— Work task —
In the listing below, find the line with "useBench(); // a" and the line with "const found = headroomProbe().findings(systems);". Repeat those two lines and all lines between them exactly.
******************************
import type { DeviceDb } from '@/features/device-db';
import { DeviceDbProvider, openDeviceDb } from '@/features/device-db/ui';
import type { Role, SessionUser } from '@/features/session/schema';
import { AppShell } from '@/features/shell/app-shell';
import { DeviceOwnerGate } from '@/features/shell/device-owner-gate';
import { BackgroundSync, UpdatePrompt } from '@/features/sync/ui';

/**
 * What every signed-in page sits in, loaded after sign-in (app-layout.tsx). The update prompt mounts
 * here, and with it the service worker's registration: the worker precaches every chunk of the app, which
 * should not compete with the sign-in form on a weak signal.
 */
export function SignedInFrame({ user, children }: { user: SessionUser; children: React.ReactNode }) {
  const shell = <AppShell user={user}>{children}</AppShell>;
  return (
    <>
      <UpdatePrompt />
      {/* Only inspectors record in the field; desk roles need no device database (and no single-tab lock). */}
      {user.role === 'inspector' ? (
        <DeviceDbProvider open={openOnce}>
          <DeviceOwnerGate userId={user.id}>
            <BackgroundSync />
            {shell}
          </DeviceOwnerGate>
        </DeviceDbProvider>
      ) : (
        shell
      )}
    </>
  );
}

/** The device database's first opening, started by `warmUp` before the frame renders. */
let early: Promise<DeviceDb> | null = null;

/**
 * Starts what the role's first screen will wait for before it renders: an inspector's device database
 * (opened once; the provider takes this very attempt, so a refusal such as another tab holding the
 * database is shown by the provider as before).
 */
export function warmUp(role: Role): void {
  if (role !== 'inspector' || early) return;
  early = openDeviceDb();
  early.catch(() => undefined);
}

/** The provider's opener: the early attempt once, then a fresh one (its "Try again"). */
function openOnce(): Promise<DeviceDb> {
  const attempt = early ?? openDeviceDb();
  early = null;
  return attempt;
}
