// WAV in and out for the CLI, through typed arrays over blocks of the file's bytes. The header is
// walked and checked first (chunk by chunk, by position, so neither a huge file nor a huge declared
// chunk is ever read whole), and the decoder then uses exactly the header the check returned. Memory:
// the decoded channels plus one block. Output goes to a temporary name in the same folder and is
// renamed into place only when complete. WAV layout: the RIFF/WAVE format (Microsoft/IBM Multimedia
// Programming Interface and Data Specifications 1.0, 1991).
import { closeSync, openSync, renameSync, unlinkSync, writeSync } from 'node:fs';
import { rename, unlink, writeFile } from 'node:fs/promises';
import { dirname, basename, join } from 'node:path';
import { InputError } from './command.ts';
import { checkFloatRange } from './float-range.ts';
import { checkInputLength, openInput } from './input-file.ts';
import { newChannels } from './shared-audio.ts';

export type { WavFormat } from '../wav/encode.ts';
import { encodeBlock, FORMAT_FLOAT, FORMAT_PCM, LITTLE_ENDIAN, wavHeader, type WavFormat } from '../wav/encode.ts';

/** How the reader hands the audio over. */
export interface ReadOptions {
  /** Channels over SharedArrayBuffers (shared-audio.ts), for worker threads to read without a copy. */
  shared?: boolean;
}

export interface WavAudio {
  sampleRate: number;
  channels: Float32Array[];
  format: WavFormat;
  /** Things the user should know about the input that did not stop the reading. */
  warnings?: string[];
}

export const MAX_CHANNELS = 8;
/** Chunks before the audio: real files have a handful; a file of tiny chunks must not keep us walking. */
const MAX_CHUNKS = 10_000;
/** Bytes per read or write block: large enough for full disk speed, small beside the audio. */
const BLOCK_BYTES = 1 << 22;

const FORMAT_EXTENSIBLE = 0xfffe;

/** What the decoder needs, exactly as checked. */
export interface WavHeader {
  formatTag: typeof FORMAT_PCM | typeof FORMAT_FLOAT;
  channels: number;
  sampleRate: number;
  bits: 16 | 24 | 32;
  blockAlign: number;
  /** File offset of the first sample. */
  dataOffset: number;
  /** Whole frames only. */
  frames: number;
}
******************************
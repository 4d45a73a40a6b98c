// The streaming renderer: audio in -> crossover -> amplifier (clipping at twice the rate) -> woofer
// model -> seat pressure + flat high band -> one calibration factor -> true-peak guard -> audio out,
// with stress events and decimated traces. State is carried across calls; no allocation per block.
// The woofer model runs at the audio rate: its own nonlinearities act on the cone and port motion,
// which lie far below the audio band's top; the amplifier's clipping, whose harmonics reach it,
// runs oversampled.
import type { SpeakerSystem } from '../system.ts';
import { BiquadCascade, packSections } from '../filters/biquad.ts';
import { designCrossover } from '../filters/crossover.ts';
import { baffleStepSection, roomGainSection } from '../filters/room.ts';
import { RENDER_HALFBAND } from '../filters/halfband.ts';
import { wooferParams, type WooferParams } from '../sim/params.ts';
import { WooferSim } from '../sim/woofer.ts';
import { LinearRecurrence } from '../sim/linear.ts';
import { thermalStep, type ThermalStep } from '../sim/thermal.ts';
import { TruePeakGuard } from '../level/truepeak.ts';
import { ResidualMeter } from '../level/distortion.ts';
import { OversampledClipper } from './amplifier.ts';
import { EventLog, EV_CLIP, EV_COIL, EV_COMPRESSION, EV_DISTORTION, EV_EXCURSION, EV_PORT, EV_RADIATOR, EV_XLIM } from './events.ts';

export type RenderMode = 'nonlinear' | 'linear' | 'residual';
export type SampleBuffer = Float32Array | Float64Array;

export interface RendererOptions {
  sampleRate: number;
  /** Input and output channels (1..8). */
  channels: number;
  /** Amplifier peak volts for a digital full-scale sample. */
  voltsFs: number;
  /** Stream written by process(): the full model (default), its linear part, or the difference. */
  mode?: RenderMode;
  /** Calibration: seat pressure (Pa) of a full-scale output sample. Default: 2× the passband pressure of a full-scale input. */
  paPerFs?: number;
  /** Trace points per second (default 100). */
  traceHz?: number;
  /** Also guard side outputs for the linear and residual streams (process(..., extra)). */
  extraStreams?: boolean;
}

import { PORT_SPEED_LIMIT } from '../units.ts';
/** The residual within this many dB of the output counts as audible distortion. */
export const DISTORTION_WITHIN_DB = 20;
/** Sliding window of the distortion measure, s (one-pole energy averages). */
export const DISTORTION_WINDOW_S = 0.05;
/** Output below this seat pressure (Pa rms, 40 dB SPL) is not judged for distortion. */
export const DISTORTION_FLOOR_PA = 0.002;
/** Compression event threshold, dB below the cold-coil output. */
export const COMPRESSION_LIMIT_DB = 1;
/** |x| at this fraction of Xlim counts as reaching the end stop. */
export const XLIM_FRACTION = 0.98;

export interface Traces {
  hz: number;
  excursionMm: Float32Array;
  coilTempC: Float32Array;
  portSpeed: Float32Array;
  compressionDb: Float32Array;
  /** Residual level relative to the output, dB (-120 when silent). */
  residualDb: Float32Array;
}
******************************
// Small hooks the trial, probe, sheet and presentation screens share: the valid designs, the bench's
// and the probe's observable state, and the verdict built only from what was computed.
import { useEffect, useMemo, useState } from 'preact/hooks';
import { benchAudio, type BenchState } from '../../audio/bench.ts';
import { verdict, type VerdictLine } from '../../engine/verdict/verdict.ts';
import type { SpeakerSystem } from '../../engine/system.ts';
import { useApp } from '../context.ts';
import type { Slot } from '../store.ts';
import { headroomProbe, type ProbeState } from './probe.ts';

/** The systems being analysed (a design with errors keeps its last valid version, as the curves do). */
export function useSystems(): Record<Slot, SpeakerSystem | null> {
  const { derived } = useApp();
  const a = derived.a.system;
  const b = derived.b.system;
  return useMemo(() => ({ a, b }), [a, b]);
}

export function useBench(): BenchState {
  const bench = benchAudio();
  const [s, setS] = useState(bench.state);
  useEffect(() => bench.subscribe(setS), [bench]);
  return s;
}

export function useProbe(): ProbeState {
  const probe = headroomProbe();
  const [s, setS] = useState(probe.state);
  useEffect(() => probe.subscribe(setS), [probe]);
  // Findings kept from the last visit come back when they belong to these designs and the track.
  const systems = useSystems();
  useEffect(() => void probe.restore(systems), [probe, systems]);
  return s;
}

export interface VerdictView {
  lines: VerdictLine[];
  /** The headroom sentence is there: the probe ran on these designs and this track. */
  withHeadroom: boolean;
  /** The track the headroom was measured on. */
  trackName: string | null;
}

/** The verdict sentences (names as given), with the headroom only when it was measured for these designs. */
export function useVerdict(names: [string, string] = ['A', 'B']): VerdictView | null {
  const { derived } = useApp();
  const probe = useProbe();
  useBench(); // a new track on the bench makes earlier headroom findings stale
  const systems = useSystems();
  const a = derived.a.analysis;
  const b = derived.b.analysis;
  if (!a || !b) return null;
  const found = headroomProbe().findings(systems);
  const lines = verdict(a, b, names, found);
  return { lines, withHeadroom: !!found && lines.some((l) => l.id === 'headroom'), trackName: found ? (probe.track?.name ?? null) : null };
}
******************************
— Your solution —
  useBench(); // a new track on the bench makes earlier headroom findings stale
  const systems = useSystems();
  const a = derived.a.analysis;
  const b = derived.b.analysis;
  if (!a || !b) return null;
  const found = headroomProbe().findings(systems);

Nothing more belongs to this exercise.